- Task prompt -
Your answer should consist of each line from the data below that contains "Some".

- The data -
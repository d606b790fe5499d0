//! The page's WebAssembly bindings: a thin layer that converts at the boundary and draws.
//!
//! Exported to JavaScript (and only this): a [`Session`] that holds the last good scenario and
//! its trace, takes a new scenario as JSON text or a plain JS object (read through
//! serde-wasm-bindgen), returns the result as a JS object, and draws any view on a canvas. A bad scenario returns
//! `{field, message}` and leaves the last good state in place, so the page keeps its picture.
//! A panic hook writes any bug's message into the page (element `#panic`) instead of leaving a
//! dead canvas.

use crate::error::{Error, in_range};
#[cfg(feature = "design-worker")]
use crate::json_fields::Fields;
use crate::scenario::Scenario;
use crate::statistics as statistics_summary;
use crate::svg::{self, Palette};
use crate::trace::{TraceResult, trace};
use crate::{canvas, material, sweep, view_plot, views};
#[cfg(feature = "design-worker")]
use crate::{design, design_displacer, statistics};
use serde::Serialize;
use wasm_bindgen::prelude::*;
use web_sys::HtmlCanvasElement;

const DEMO: &str = include_str!("../examples/demo.json");

/// Results cross the boundary as JSON text parsed by the browser: one serializer (serde_json,
/// shortest round-trip numbers, so every double arrives exact) instead of a second one
/// monomorphized for every result type, which keeps the wasm within its size budget.
fn to_js<T: Serialize>(value: &T) -> Result<JsValue, JsValue> {
    let text =
        serde_json::to_string(value).map_err(|e| JsValue::from_str(&format!("cannot convert the result: {e}")))?;
    js_sys::JSON::parse(&text)
}

/// The one place where a core error becomes a JavaScript value: `{field, message}`.
fn js_error(e: Error) -> JsValue {
    to_js(&e.to_json()).unwrap_or_else(|_| JsValue::from_str(&e.to_string()))
}

/// Shows a panic's message in the page and on the console.
#[wasm_bindgen(start)]
pub fn start() {
    std::panic::set_hook(Box::new(|info| {
        let msg = format!(
            "Doublespar hit an internal error and stopped: {info}. Reload the page; please report the scenario link."
        );
        web_sys::console::error_1(&JsValue::from_str(&msg));
        if let Some(el) = web_sys::window()
            .and_then(|w| w.document())
            .and_then(|d| d.get_element_by_id("panic"))
        {
            el.set_text_content(Some(&msg));
            let _ = el.remove_attribute("hidden");
        }
    }));
}

/// The demo scenario, as JSON text.
#[wasm_bindgen(js_name = demoScenario)]
pub fn demo_scenario() -> String {
    DEMO.to_string()
}

/// The crystal catalogue as [`material::describe`] lists it:
/// `[{key, name, sign, range_nm, citation, verified, warnings}]`; `verified` is
/// false for a formula with no journal source, which the page marks "unverified data" wherever
/// it names the material.
///
/// # Errors
/// Never in practice (conversion of plain data).
#[wasm_bindgen]
pub fn materials() -> Result<JsValue, JsValue> {
    let list: Vec<serde_json::Value> = material::catalogue().iter().map(material::describe).collect();
    to_js(&list)
}

/// The names of the views that [`Session::draw`] accepts.
///
/// # Errors
/// Never in practice.
#[wasm_bindgen(js_name = viewNames)]
pub fn view_names() -> Result<JsValue, JsValue> {
    to_js(&views::VIEW_NAMES)
}

/// Solves a design request (JSON text, see `doublespar design`); returns the design object.
///
/// # Errors
/// `{field, message}` for a bad request.
#[cfg(feature = "design-worker")]
#[wasm_bindgen(js_name = designJson)]
pub fn design_json(text: &str) -> Result<JsValue, JsValue> {
    to_js(&design::solve_str(text).map_err(js_error)?)
}

/// Monte Carlo chunk `chunk` (of [`design_displacer::MC_CHUNK`] samples) of a displacer
/// request: the sampled separations in mm. Running chunks 0, 1, … and summarizing them gives
/// exactly the `monte_carlo` of [`design_json`], so a worker can report progress between chunks.
///
/// # Errors
/// `{field, message}` for a bad request.
#[cfg(feature = "design-worker")]
#[wasm_bindgen(js_name = displacerChunk)]
pub fn displacer_chunk(text: &str, chunk: usize) -> Result<Vec<f64>, JsValue> {
    let value: serde_json::Value =
        serde_json::from_str(text).map_err(|e| js_error(Error::new("", format!("not valid JSON: {e}"))))?;
    let mut f = Fields::new("", &value).map_err(js_error)?;
    match f.string("kind").map_err(js_error)? {
        None | Some("displacer") => {}
        Some(other) => {
            return Err(js_error(Error::new(
                "kind",
                format!("Monte Carlo chunks are for displacers, not '{other}'"),
            )));
        }
    }
    let mut req = design_displacer::DisplacerRequest::from_json(&mut f).map_err(js_error)?;
    f.finish().map_err(js_error)?;
    let samples = req.samples;
    req.samples = 0;
    let nominal = design_displacer::design(&req).map_err(js_error)?;
    req.samples = samples;
    Ok(design_displacer::monte_carlo_chunk(
        &req,
        nominal.cut_tilt_deg,
        nominal.length_mm,
        chunk,
    ))
}

/// Benchmark hook: the dense 10ⁿ-point walk-off sweep of [`crate::sweep::walkoff_sweep_into`]
/// for calcite-like indices over 0–90°, returning Σ ρ as a checksum (scripts/bench.sh runs it
/// under Node beside the native build).
#[cfg(feature = "design-worker")]
#[wasm_bindgen(js_name = benchWalkoffSweep)]
pub fn bench_walkoff_sweep(n: usize) -> f64 {
    let Ok(ix) = crate::material::Indices::new(1.6556901060179166, 1.484909030214121) else {
        return f64::NAN;
    };
    let mut out = vec![0.0; n];
    crate::sweep::walkoff_sweep_into(ix, 0.0, std::f64::consts::FRAC_PI_2, &mut out);
    crate::sweep::checksum(&out)
}

/// Summary statistics (mean, std, p5, p95, histogram) of samples, as the design reports them.
///
/// # Errors
/// Never in practice.
#[cfg(feature = "design-worker")]
#[wasm_bindgen]
pub fn summarize(samples: &[f64], bins: usize) -> Result<JsValue, JsValue> {
    to_js(&statistics::summarize(samples, bins))
}

/// Draws a plot of a data series given as JSON text (`{title, x_label, x_unit, y_label, y_unit,
/// points: [[x, y], …], current: [x, y] | null, note}`), for curves computed elsewhere (the design
/// worker).
///
/// # Errors
/// `{field: "series", message}` when the text is not such a series.
#[wasm_bindgen(js_name = drawSeries)]
pub fn draw_series(canvas: &HtmlCanvasElement, series_json: &str, dark: bool) -> Result<(), JsValue> {
    let value: serde_json::Value =
        serde_json::from_str(series_json).map_err(|e| js_error(Error::new("series", format!("not JSON: {e}"))))?;
    let series = sweep::Series::from_json(&value).map_err(js_error)?;
    let palette = if dark { Palette::dark() } else { Palette::light() };
    canvas::draw(&view_plot::plot(&series), canvas, &palette)
}

/// Draws the histogram of a Monte Carlo summary given as JSON text (the `monte_carlo` object of
/// a displacer design), with the nominal value marked when given.
///
/// # Errors
/// `{field: "summary", message}` when the text is not such a summary.
#[wasm_bindgen(js_name = drawHistogram)]
pub fn draw_histogram(
    canvas: &HtmlCanvasElement,
    summary_json: &str,
    title: &str,
    quantity: &str,
    unit: &str,
    nominal: Option<f64>,
    dark: bool,
) -> Result<(), JsValue> {
    let value: serde_json::Value =
        serde_json::from_str(summary_json).map_err(|e| js_error(Error::new("summary", format!("not JSON: {e}"))))?;
    let summary = statistics_summary::Summary::from_json(&value).map_err(js_error)?;
    let palette = if dark { Palette::dark() } else { Palette::light() };
    canvas::draw(
        &view_plot::histogram(title, quantity, unit, &summary, nominal),
        canvas,
        &palette,
    )
}

/// A scenario and its trace, kept between edits.
#[wasm_bindgen]
pub struct Session {
    scenario: Scenario,
    result: TraceResult,
}

/// The result as an edit hands it to the page: everything but each ray's `points_mm` polyline,
/// which only the side view reads, and it is drawn here. For 4096 rays that halves the text to
/// write and parse; `session.result()` still gives every field.
fn to_js_without_polylines(result: &mut TraceResult) -> Result<JsValue, JsValue> {
    let mut polylines: Vec<Vec<[f64; 3]>> = Vec::with_capacity(result.rays.len());
    for ray in &mut result.rays {
        polylines.push(std::mem::take(&mut ray.points_mm));
    }
    let out = to_js(result);
    for (ray, points) in result.rays.iter_mut().zip(polylines) {
        ray.points_mm = points;
    }
    out
}

impl Session {
    fn accept(&mut self, parsed: Result<Scenario, Error>) -> Result<JsValue, JsValue> {
        let scenario = parsed.map_err(js_error)?;
        let mut result = trace(&scenario).map_err(js_error)?;
        let out = to_js_without_polylines(&mut result)?;
        self.scenario = scenario;
        self.result = result;
        Ok(out)
    }
}

#[wasm_bindgen]
impl Session {
    /// A session showing the demo scenario.
    ///
    /// # Errors
    /// Only if the built-in demo were invalid (tested natively).
    #[wasm_bindgen(constructor)]
    pub fn new() -> Result<Session, JsValue> {
        let scenario = Scenario::from_json_str(DEMO).map_err(js_error)?;
        let result = trace(&scenario).map_err(js_error)?;
        Ok(Session { scenario, result })
    }

    /// Traces a scenario given as JSON text and keeps it. Returns the result object.
    ///
    /// # Errors
    /// `{field, message}` for a bad scenario; the previous scenario and result are kept.
    #[wasm_bindgen(js_name = updateJson)]
    pub fn update_json(&mut self, text: &str) -> Result<JsValue, JsValue> {
        self.accept(Scenario::from_json_str(text))
    }

    /// Traces a scenario given as a plain JavaScript object and keeps it. The object goes through
    /// `JSON.stringify` and the strict reader of [`Session::update_json`], so that both forms
    /// read one text the same way (and the module carries one reader).
    ///
    /// # Errors
    /// As [`Session::update_json`].
    pub fn update(&mut self, scenario: JsValue) -> Result<JsValue, JsValue> {
        let text = js_sys::JSON::stringify(&scenario)
            .ok()
            .and_then(|t| t.as_string())
            .ok_or_else(|| js_error(Error::new("", "not a scenario object: JSON.stringify refused it")))?;
        self.accept(Scenario::from_json_str(&text))
    }

    /// The current result object.
    ///
    /// # Errors
    /// Never in practice.
    pub fn result(&self) -> Result<JsValue, JsValue> {
        to_js(&self.result)
    }

    /// The current scenario with every default written out, as JSON text.
    #[wasm_bindgen(js_name = scenarioJson)]
    pub fn scenario_json(&self) -> String {
        self.scenario.to_json().to_string()
    }

    /// The display list of a view, for tests and tools.
    ///
    /// # Errors
    /// `{field: "view", message}` for an unknown view.
    pub fn scene(&self, view: &str) -> Result<JsValue, JsValue> {
        to_js(&views::build(view, &self.scenario, &self.result).map_err(js_error)?)
    }

    /// Draws a view on a canvas, in the dark or light palette.
    ///
    /// # Errors
    /// `{field: "view", message}` for an unknown view; a JavaScript error if the canvas fails.
    pub fn draw(&self, view: &str, canvas: &HtmlCanvasElement, dark: bool) -> Result<(), JsValue> {
        let scene = views::build(view, &self.scenario, &self.result).map_err(js_error)?;
        let palette = if dark { Palette::dark() } else { Palette::light() };
        canvas::draw(&scene, canvas, &palette)
    }

    /// The data of a plot view as `{title, x_label, x_unit, y_label, y_unit, points, current,
    /// note}`, or `null` for a view that is not a plot (for CSV and JSON export).
    ///
    /// # Errors
    /// `{field, message}` if the formula breaks down.
    pub fn series(&self, view: &str) -> Result<JsValue, JsValue> {
        match views::series(view, &self.scenario).map_err(js_error)? {
            Some(s) => to_js(&s),
            None => Ok(JsValue::NULL),
        }
    }

    /// A view as an SVG document of the given size in pixels (50 to 10 000 each).
    ///
    /// # Errors
    /// `{field: "view", message}` for an unknown view; `width` or `height` out of range.
    pub fn svg(&self, view: &str, width: f64, height: f64, dark: bool) -> Result<String, JsValue> {
        let width = in_range("width", width, 50.0, 10_000.0).map_err(js_error)?;
        let height = in_range("height", height, 50.0, 10_000.0).map_err(js_error)?;
        let scene = views::build(view, &self.scenario, &self.result).map_err(js_error)?;
        let palette = if dark { Palette::dark() } else { Palette::light() };
        Ok(svg::to_svg(&scene, width, height, &palette))
    }
}
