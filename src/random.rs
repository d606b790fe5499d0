//! A seeded normal random generator: Monte Carlo tolerance runs and randomized tests in every
//! layer draw from it.
//!
//! The generator is xorshift64* (S. Vigna, "An experimental exploration of Marsaglia's xorshift
//! generators, scrambled", ACM TOMS 42 (2016)) with the Box–Muller transform (G. E. P. Box and
//! M. E. Muller, Ann. Math. Statist. 29, 610 (1958)) for normal deviates: small, fast,
//! reproducible from a seed, and good enough for Monte Carlo tolerancing (not for cryptography).

/// A seeded pseudo-random generator of uniform and normal deviates.
#[derive(Debug, Clone)]
pub struct Rng {
    state: u64,
    spare: Option<f64>,
}

impl Rng {
    /// A generator from a seed (any value; 0 is remapped).
    pub fn new(seed: u64) -> Rng {
        Rng {
            state: seed ^ 0x9E37_79B9_7F4A_7C15 | 1,
            spare: None,
        }
    }

    /// A uniform deviate in (0, 1).
    pub fn uniform(&mut self) -> f64 {
        self.state ^= self.state >> 12;
        self.state ^= self.state << 25;
        self.state ^= self.state >> 27;
        let x = self.state.wrapping_mul(0x2545_F491_4F6C_DD1D);
        ((x >> 11) as f64 + 0.5) / (1u64 << 53) as f64
    }

    /// A standard normal deviate.
    pub fn normal(&mut self) -> f64 {
        if let Some(s) = self.spare.take() {
            return s;
        }
        let (u, v) = (self.uniform(), self.uniform());
        let r = (-2.0 * u.ln()).sqrt();
        let t = std::f64::consts::TAU * v;
        self.spare = Some(r * t.sin());
        r * t.cos()
    }
}
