/// Closed-form walk-off ρ (radians, signed as [`crate::uniaxial::walkoff`]) at normal incidence
/// for `out.len()` cut angles evenly spaced from `theta0` to `theta1` (radians), written into
/// `out`: the dense sweep behind walk-off plots and the benchmark.
///
/// Formula: with the double angle φ = 2θ, ρ = atan2(y, x) with y = ½(n_o² − n_e²) sin φ and
/// x = ½(n_e² + n_o²) + ½(n_e² − n_o²) cos φ = n_e² cos²θ + n_o² sin²θ > 0 (Born & Wolf,
/// *Principles of Optics*, §15.3, in double-angle form).
///
/// Method: the samples go in blocks of [`SWEEP_BLOCK`]. Each block starts from an exact anchor
/// φ₀ (one `sin_cos` and one `atan2`); the block's k-th sample has sin and cos of φ₀ + kΔφ by
/// angle addition from a table of sin kΔφ, cos kΔφ computed once per sweep, and its ρ from the
/// atan2 difference identity ρ_k = ρ₀ + atan(u), u = (y_k x₀ − x_k y₀)/(x_k x₀ + y_k y₀) (exact
/// while both points lie in the half-plane x > 0, as they always do here). When |u| ≤
/// [`SWEEP_SERIES_LIMIT`], atan u = u − u³/3 + u⁵/5 to within |u|⁷/7 < 2·10⁻²¹, below the rounding
/// of ρ₀; a block with a larger |u| (a coarse sweep) is computed sample by sample with `atan2`.
/// No sample depends on the one before it, so the loop has no carried chain and vectorizes. The
/// values agree with the direct formula to ~1e-15 (tested).
///
/// Degenerate case: an empty `out` does nothing; one sample is taken at `theta0`.
pub fn walkoff_sweep_into(indices: Indices, theta0: f64, theta1: f64, out: &mut [f64]) {
    let n = out.len();
    if n == 0 {
        return;
    }
    let (no2, ne2) = (indices.no * indices.no, indices.ne * indices.ne);
    let (half_a, mean, half_d) = (0.5 * (no2 - ne2), 0.5 * (ne2 + no2), 0.5 * (ne2 - no2));
    let dphi = if n > 1 {
        2.0 * (theta1 - theta0) / (n - 1) as f64
    } else {
        0.0
    };
    let mut rot_sin = [0.0; SWEEP_BLOCK];
    let mut rot_cos = [1.0; SWEEP_BLOCK];
    for (k, (rs, rc)) in rot_sin.iter_mut().zip(rot_cos.iter_mut()).enumerate() {
        (*rs, *rc) = (dphi * k as f64).sin_cos();
    }
    for (b, block) in out.chunks_mut(SWEEP_BLOCK).enumerate() {
        let phi0 = 2.0 * theta0 + dphi * (b * SWEEP_BLOCK) as f64;
        let (s0, c0) = phi0.sin_cos();
        let (y0, x0) = (half_a * s0, mean + half_d * c0);
        let rho0 = y0.atan2(x0);
        let mut within = true;
        for ((v, &rs), &rc) in block.iter_mut().zip(&rot_sin).zip(&rot_cos) {
            let (s, c) = (s0 * rc + c0 * rs, c0 * rc - s0 * rs);
            let (y, x) = (half_a * s, mean + half_d * c);
            let u = (y * x0 - x * y0) / (x * x0 + y * y0);
            let u2 = u * u;
            *v = rho0 + u * (1.0 - u2 * (1.0 / 3.0 - 0.2 * u2));
            within &= u.abs() <= SWEEP_SERIES_LIMIT;
        }
        if !within {
            for (k, v) in block.iter_mut().enumerate() {
                let (s, c) = (phi0 + dphi * k as f64).sin_cos();
                *v = (half_a * s).atan2(mean + half_d * c);
            }
        }
    }
}

/// Σ `values` in four interleaved partial sums (so the additions vectorize), added at the end:
/// the checksum of a dense sweep in the benchmarks. Differs from a left-to-right sum only by
/// rounding.
pub fn checksum(values: &[f64]) -> f64 {
    let mut lanes = [0.0; 4];
    let mut quads = values.chunks_exact(4);
    for q in &mut quads {
        for (l, v) in lanes.iter_mut().zip(q) {
            *l += v;
        }
    }
    let tail: f64 = quads.remainder().iter().sum();
    (lanes[0] + lanes[1]) + (lanes[2] + lanes[3]) + tail
}

/// Samples per exactly anchored block in [`walkoff_sweep_into`].
pub const SWEEP_BLOCK: usize = 64;

/// Largest |u| for which [`walkoff_sweep_into`] takes atan u from its series.
pub const SWEEP_SERIES_LIMIT: f64 = 1e-3;

/// [`walkoff_sweep_into`] split over `threads` threads (natively; one thread on WebAssembly),
/// each filling its own contiguous part: identical values, shared work.
///
/// Degenerate cases: `threads` is taken as 1 when 0 and as 64 when larger (it is a work split,
/// not an input a user gives); sweeps under 4096 samples run on the calling thread.
pub fn walkoff_sweep_parallel(indices: Indices, theta0: f64, theta1: f64, out: &mut [f64], threads: usize) {
    let n = out.len();
    let threads = if cfg!(target_arch = "wasm32") {
        1
    } else {
        threads.clamp(1, 64)
    };
    if threads == 1 || n < 4096 {
        return walkoff_sweep_into(indices, theta0, theta1, out);
    }
    let step = if n > 1 { (theta1 - theta0) / (n - 1) as f64 } else { 0.0 };
    // Chunk boundaries on anchor multiples, so every thread's anchors fall where one thread's would.
    let per = n.div_ceil(threads).div_ceil(SWEEP_BLOCK) * SWEEP_BLOCK;
    std::thread::scope(|scope| {
        for (k, part) in out.chunks_mut(per).enumerate() {
            let start = k * per;
            let (a, b) = (
                theta0 + step * start as f64,
                theta0 + step * (start + part.len() - 1) as f64,
            );
            scope.spawn(move || walkoff_sweep_into(indices, a, b, part));
        }
    });
}
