//! Doublespar: exact double refraction and polarization in stacks of uniaxial crystal plates.
#![warn(missing_docs)]

pub mod error;
pub mod interface;
pub mod jones;
pub mod json_fields;
pub mod material;
pub mod modes;
pub mod precision;
pub mod scenario;
pub mod stokes;
pub mod table;
pub mod trace;
pub mod uniaxial;
pub mod wavelength;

- Exercise response -
        if let Some(el) = web_sys::window()
            el.set_text_content(Some(&msg));
        None | Some("displacer") => {}
        Some(other) => {
            Some(s) => to_js(&s),
        if let Some(s) = self.spare.take() {
        self.spare = Some(r * t.sin());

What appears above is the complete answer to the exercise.